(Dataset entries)
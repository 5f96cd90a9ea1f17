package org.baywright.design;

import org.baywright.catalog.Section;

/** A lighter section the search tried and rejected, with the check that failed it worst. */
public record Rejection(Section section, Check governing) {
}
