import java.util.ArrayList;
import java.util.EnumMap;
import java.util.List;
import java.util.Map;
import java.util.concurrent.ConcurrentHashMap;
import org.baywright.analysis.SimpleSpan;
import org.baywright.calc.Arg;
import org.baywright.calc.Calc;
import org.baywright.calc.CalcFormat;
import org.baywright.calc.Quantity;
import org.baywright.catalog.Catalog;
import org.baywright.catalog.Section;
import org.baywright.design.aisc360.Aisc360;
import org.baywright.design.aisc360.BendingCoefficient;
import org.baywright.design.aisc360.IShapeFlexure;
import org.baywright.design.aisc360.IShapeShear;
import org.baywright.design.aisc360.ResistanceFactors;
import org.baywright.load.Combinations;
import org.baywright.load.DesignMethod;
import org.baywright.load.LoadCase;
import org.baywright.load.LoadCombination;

--

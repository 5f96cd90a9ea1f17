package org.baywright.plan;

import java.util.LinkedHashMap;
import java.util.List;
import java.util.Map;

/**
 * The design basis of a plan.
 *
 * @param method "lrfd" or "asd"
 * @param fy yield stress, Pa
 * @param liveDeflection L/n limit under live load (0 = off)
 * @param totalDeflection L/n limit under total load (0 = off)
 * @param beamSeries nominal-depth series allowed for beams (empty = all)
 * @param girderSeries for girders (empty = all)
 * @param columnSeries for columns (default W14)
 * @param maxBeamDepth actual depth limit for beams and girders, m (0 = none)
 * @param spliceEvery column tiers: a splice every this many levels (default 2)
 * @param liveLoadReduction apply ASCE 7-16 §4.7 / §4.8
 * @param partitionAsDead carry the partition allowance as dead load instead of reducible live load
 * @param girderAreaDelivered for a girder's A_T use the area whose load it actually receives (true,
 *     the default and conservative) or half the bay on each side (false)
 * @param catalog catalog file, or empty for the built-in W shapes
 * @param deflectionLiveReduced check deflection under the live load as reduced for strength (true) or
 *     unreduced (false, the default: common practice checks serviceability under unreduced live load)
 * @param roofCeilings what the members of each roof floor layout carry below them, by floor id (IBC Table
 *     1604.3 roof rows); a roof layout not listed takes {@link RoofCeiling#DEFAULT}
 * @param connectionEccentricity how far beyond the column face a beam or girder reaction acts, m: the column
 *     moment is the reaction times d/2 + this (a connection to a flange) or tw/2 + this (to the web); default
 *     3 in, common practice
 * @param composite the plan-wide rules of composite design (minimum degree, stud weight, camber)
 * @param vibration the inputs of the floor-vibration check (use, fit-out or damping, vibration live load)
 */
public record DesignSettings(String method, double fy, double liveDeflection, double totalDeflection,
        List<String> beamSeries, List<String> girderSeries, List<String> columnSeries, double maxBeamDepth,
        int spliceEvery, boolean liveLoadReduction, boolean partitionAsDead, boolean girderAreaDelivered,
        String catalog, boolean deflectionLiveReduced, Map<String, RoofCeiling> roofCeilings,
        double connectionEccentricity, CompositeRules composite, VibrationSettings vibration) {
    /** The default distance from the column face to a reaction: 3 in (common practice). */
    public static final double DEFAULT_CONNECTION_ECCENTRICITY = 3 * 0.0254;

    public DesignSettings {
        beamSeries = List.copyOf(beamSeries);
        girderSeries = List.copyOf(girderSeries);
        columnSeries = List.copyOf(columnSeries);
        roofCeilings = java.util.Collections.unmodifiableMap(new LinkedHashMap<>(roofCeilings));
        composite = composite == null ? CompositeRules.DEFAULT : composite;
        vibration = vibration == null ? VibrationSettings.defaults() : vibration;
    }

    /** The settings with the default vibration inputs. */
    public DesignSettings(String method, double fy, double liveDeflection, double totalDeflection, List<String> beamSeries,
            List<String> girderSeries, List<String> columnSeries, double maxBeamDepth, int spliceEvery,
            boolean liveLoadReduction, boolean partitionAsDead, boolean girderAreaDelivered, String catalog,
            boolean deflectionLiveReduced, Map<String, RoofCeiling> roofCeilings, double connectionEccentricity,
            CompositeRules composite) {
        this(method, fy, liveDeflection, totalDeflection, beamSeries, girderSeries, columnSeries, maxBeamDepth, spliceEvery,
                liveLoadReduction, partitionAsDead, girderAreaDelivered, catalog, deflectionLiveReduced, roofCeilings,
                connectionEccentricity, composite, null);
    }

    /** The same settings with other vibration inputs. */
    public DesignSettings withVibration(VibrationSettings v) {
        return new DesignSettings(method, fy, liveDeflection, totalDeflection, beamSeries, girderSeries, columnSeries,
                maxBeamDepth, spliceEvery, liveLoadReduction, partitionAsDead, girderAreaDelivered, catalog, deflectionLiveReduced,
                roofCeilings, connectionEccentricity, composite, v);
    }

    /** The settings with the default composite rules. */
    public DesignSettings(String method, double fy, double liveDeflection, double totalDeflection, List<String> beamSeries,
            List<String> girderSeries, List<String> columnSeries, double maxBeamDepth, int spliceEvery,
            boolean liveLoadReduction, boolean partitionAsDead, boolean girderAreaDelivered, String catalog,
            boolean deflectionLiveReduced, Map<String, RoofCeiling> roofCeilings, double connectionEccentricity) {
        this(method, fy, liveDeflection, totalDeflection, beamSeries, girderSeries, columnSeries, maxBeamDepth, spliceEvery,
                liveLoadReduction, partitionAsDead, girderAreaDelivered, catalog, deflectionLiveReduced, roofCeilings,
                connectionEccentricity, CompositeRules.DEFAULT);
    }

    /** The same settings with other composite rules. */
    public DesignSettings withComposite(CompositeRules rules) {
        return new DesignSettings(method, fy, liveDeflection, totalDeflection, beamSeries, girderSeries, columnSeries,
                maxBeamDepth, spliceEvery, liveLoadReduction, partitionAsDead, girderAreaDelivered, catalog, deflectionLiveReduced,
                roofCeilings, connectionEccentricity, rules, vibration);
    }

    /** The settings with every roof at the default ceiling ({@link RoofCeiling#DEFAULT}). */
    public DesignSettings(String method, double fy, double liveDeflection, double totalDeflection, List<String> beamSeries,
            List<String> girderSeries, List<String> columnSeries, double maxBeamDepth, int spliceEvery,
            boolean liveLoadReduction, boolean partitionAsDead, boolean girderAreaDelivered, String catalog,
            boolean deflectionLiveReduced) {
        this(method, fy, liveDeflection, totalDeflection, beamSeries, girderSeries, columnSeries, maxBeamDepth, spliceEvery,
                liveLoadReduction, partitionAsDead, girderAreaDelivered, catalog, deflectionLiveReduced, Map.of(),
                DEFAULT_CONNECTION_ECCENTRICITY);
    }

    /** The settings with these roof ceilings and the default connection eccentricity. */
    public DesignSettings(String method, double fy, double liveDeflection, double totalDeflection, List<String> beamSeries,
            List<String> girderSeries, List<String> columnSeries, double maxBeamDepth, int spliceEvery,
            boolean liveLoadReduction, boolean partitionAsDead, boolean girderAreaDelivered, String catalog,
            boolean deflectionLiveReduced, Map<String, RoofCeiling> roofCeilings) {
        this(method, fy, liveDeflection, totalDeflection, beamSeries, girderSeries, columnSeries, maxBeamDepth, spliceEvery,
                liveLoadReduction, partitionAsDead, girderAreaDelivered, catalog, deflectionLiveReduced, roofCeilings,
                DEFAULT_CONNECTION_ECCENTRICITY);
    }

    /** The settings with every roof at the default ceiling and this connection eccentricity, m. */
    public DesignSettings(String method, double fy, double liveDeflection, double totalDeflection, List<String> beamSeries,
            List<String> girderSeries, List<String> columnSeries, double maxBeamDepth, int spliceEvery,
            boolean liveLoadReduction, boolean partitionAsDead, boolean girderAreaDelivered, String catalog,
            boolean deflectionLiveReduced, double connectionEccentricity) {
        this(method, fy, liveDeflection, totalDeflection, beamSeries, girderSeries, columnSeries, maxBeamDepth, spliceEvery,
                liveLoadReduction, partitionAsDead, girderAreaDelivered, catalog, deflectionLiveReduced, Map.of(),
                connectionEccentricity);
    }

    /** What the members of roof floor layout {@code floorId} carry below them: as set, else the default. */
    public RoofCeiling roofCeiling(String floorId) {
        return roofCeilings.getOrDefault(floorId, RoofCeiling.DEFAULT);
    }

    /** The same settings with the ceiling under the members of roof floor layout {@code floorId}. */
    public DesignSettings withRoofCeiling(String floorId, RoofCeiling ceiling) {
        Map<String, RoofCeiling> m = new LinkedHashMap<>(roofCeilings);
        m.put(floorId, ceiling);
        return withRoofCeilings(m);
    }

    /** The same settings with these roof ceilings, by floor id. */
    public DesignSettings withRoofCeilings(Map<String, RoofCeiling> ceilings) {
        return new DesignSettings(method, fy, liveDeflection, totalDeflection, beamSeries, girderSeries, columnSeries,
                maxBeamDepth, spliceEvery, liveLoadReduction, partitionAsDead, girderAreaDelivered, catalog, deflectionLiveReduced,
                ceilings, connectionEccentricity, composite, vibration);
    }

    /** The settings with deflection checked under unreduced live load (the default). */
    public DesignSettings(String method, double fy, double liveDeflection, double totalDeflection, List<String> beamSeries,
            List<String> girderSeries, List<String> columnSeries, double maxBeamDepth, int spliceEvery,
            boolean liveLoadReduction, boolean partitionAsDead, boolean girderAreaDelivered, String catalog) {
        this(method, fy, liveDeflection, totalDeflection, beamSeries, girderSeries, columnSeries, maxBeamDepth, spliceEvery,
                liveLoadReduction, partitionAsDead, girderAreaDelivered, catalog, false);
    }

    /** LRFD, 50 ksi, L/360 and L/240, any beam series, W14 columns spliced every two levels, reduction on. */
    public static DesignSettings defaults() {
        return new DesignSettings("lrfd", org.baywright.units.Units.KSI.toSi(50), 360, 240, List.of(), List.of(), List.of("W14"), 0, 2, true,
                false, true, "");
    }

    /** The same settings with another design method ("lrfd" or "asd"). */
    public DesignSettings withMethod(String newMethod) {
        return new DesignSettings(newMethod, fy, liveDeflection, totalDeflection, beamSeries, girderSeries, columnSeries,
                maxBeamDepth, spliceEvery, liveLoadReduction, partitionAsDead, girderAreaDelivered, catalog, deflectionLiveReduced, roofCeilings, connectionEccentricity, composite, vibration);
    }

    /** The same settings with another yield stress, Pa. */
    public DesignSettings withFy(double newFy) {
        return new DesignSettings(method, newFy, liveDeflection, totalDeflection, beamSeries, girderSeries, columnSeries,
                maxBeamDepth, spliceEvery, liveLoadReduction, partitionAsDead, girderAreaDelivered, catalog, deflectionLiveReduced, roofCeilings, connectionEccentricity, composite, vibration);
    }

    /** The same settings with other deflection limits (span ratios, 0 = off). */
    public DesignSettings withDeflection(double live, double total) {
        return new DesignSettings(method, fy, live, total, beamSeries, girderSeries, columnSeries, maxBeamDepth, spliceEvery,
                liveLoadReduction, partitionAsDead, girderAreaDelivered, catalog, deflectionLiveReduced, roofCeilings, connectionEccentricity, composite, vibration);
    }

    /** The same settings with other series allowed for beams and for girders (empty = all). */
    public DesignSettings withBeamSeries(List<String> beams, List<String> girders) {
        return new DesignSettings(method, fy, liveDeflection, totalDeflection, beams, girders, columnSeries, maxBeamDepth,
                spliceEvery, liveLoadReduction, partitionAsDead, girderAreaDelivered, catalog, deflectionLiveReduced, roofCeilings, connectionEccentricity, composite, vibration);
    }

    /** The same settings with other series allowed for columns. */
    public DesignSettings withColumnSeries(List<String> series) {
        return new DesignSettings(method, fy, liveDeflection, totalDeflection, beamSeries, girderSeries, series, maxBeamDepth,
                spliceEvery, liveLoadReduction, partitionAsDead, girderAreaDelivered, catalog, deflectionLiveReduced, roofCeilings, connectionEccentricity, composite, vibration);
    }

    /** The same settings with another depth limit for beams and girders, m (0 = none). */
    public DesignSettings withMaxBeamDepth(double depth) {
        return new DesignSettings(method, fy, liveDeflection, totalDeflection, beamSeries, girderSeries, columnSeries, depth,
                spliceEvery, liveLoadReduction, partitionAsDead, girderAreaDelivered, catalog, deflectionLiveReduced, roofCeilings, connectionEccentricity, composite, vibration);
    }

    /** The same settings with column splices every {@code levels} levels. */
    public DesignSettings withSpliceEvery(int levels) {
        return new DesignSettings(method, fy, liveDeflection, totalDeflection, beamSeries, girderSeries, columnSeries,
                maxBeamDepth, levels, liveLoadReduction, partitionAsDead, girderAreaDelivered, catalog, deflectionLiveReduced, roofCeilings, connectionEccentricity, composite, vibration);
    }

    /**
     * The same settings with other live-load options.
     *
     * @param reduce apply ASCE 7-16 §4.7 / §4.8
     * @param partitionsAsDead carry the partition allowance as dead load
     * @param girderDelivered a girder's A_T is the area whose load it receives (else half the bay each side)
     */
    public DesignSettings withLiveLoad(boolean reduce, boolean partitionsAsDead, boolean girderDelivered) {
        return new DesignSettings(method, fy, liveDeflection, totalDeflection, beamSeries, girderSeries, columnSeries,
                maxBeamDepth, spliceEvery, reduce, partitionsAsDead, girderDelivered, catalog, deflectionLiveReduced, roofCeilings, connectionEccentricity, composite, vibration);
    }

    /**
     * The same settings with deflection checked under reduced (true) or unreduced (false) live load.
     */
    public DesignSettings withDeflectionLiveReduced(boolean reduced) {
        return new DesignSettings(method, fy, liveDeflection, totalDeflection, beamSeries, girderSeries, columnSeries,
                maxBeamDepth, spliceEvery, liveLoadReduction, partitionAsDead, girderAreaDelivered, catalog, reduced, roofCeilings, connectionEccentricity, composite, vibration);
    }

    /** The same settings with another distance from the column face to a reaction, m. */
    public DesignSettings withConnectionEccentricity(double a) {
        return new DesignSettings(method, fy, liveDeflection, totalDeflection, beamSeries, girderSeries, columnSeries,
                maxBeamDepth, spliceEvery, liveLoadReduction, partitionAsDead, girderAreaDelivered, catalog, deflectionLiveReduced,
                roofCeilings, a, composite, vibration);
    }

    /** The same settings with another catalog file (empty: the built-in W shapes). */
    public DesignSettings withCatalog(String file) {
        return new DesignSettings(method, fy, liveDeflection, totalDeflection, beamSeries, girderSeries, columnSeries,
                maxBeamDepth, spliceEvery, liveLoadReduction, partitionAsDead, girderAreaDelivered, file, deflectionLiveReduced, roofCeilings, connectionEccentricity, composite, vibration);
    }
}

---

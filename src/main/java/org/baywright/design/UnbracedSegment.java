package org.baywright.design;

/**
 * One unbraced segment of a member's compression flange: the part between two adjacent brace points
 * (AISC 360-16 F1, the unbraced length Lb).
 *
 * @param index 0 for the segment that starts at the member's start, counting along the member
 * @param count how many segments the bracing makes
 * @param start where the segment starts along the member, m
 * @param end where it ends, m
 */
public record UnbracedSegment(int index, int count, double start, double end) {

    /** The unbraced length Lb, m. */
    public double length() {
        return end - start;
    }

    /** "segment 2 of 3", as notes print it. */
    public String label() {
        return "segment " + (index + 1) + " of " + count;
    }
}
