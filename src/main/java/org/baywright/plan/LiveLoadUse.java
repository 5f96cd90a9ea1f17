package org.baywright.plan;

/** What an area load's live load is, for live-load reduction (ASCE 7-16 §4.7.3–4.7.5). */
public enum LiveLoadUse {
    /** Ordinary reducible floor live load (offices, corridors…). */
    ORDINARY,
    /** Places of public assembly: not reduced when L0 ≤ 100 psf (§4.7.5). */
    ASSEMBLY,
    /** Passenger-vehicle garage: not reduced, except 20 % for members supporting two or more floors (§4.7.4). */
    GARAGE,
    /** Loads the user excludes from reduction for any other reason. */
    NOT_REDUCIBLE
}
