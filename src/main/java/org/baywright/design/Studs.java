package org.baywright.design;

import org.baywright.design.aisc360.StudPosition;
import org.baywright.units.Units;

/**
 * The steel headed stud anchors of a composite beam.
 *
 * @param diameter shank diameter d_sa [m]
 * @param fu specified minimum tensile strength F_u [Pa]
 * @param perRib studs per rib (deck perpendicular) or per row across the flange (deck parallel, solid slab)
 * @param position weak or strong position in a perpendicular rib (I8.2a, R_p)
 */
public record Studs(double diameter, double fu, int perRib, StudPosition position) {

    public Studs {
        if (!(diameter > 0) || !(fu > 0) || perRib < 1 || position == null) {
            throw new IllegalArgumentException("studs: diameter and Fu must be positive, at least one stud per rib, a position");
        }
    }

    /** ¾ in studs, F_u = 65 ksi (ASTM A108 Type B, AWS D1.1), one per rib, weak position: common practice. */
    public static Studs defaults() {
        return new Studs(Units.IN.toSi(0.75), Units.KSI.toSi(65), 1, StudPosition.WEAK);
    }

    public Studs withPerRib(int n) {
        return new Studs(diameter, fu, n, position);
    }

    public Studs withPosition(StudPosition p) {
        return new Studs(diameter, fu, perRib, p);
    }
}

What this task involves >> Among the lines above, which ones hold the string "StudPosition"? Show them.

Output of the exercise >>
import org.baywright.design.aisc360.StudPosition;
public record Studs(double diameter, double fu, int perRib, StudPosition position) {
        return new Studs(Units.IN.toSi(0.75), Units.KSI.toSi(65), 1, StudPosition.WEAK);
    public Studs withPosition(StudPosition p) {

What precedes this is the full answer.